Romancier né à Paris en 1945, Georges Picard a publié pas moins de seize livres chez José Corti depuis 1993. La plupart ont un titre qui frappe l’attention : De la connerie (1994), Le génie à l’usage de ceux qui n’en ont pas (1996), Tout m’énerve (1997), Le bar de l’insomnie (2004), Le philosophe facétieux (2008) Réédition d’un récit paru en 1988 aux éditions Calligrammes, Journal ironique d’une rivalité amoureuse n’a rien perdu de son mordant 22 ans plus tard.
Ce journal, qui, constate-t-on assez vite, n’en est pas véritablement un, retrace les étapes d’une tentative maladroite de séduction. Le narrateur, un jeune homme imaginatif, travaille comme coursier à Paris. Il rivalise avec son ami Vasco pour séduire une jeune fille habitant au-dessus de chez lui et qu’il a rêveusement surnommée « Cymbeline », comme la parfumerie et comme le roi (!) dans la comédie shakespearienne éponyme. Cette rivalité se révèle toutefois trompeuse, car le narrateur paraît moins préoccupé par son projet de conquête que par l’épanchement de ses humeurs. D’où ses divers confidents, à commencer par Monsieur Tho, un cordonnier vietnamien au français approximatif qui adore entendre le narrateur lui parler d’« ibili » (Cymbeline). On y croise aussi Djahid, collègue sans papiers et coursier le plus rapide de Paris, de même qu’un vieux lion du zoo de Vincennes.
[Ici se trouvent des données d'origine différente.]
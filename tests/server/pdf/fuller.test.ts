import { describe, it, expect } from 'vitest'
import { FULLER_BUDGET, fullerBudgetOf, fullerContent, fullerWords } from '@shared/sheets/fuller'
import { readBy } from '@shared/sheets/reader'
import { copiesPdf, sheetPdf } from '@server/adapters/pdf/sheetPdf'
import { SheetTooFull } from '@server/adapters/pdf/sheetTooFull'
import { DEMO_COUNTERS } from '@server/database/demo/counters'
import { FIVE, frozenCounter, frozenPlan, sheetView } from '../../support/sheetFixture'
import { readPdf } from './readPdf'

const nell = FIVE[0].squadPlayerId
const ids = FIVE.map(({ squadPlayerId }) => squadPlayerId)
const looksOf = (key: string) => DEMO_COUNTERS.find((one) => one.key === key)?.looks ?? []
const counterOf = (key: string) => ({ ...frozenCounter(key, ids), looks: looksOf(key) })
const fuller = (key = 'one-four') => sheetView(frozenPlan({ firstCall: counterOf(key) }), { fuller: true })

describe.each(['a4', 'letter'] as const)('the fuller page on %s', (paper) => {
  it('is one page with what they do, our steps, who, looks, change-up and keys, and no last name', async () => {
    const { text, info } = readPdf(await sheetPdf(readBy(fuller(), nell), { paper, copy: 3, copies: 12 }))
    expect(info.get('Pages')).toBe('1')
    for (const said of [
      'Port Selby Gulls',
      'What they do',
      '7 of 11',
      'What we do: 1-4 across',
      'Wings sprint, the middle empties',
      'Three on one',
      'Nell no. 4',
      'Look, in this order',
      'On “Box”',
      'Don’t catch in the corner.',
      'Sheet 3 of 12, plan 2. Nell, 4.',
      'Bring it back.',
    ])
      expect(text).toContain(said)
    for (const { lastName } of FIVE) expect(text).not.toContain(lastName)
    for (const { signal } of DEMO_COUNTERS) expect(text).not.toContain(signal)
  })

  it.each(DEMO_COUNTERS.map(({ key }) => key))('holds %s on one page within its words', async (key) => {
    const view = fuller(key)
    const page = fullerContent(readBy(view, nell), { copy: 3, copies: 12 })
    expect(fullerWords(page)).toBeLessThanOrEqual(FULLER_BUDGET.words)
    const pdf = await sheetPdf(readBy(view, nell), { paper })
    expect(pdf.toString('latin1').match(/\/Type \/Page\b(?!s)/g)).toHaveLength(1)
  })

  it('is refused rather than set under 9.5 pt', async () => {
    const view = fuller()
    const keys = Array<string>(20).fill('Look again and pass before they come to you. '.repeat(6).trim())
    const far = { ...view, content: { ...view.content, keys } }
    expect(fullerBudgetOf(far).over).toBe(true)
    await expect(sheetPdf(far, { paper })).rejects.toBeInstanceOf(SheetTooFull)
  })
})

describe('copies in one file', () => {
  it('carry each its number and its reader, one page each, tagged in one tree', async () => {
    const pages = [nell, ids[1] ?? null, null].map((reader, at) => ({
      view: readBy(sheetView(), reader),
      copy: at + 1,
    }))
    const { text, info, structure } = readPdf(await copiesPdf(pages, 'a4', 12))
    expect(info.get('Pages')).toBe('3')
    expect(info.get('Tagged')).toBe('yes')
    expect(text).toContain('Sheet 1 of 12, plan 2. Nell, 4.')
    expect(text).toContain('Sheet 2 of 12, plan 2. Ada, 11.')
    expect(text).toContain('Sheet 3 of 12, plan 2.')
    expect(structure.match(/^\s*H1\b/gm)).toHaveLength(3)
  })
})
L’écriture de Picard plaira par sa verve facétieuse, très efficace dans l’expression d’une amertume exempte de gravité. Journal ironique d’une rivalité amoureuse rappelle par endroits Gros-Câlin, Cioran (en nettement moins désabusé), mais surtout Robert Walser, dont Picard se réapproprie brillamment l’esprit flâneur et la fraîche mélancolie.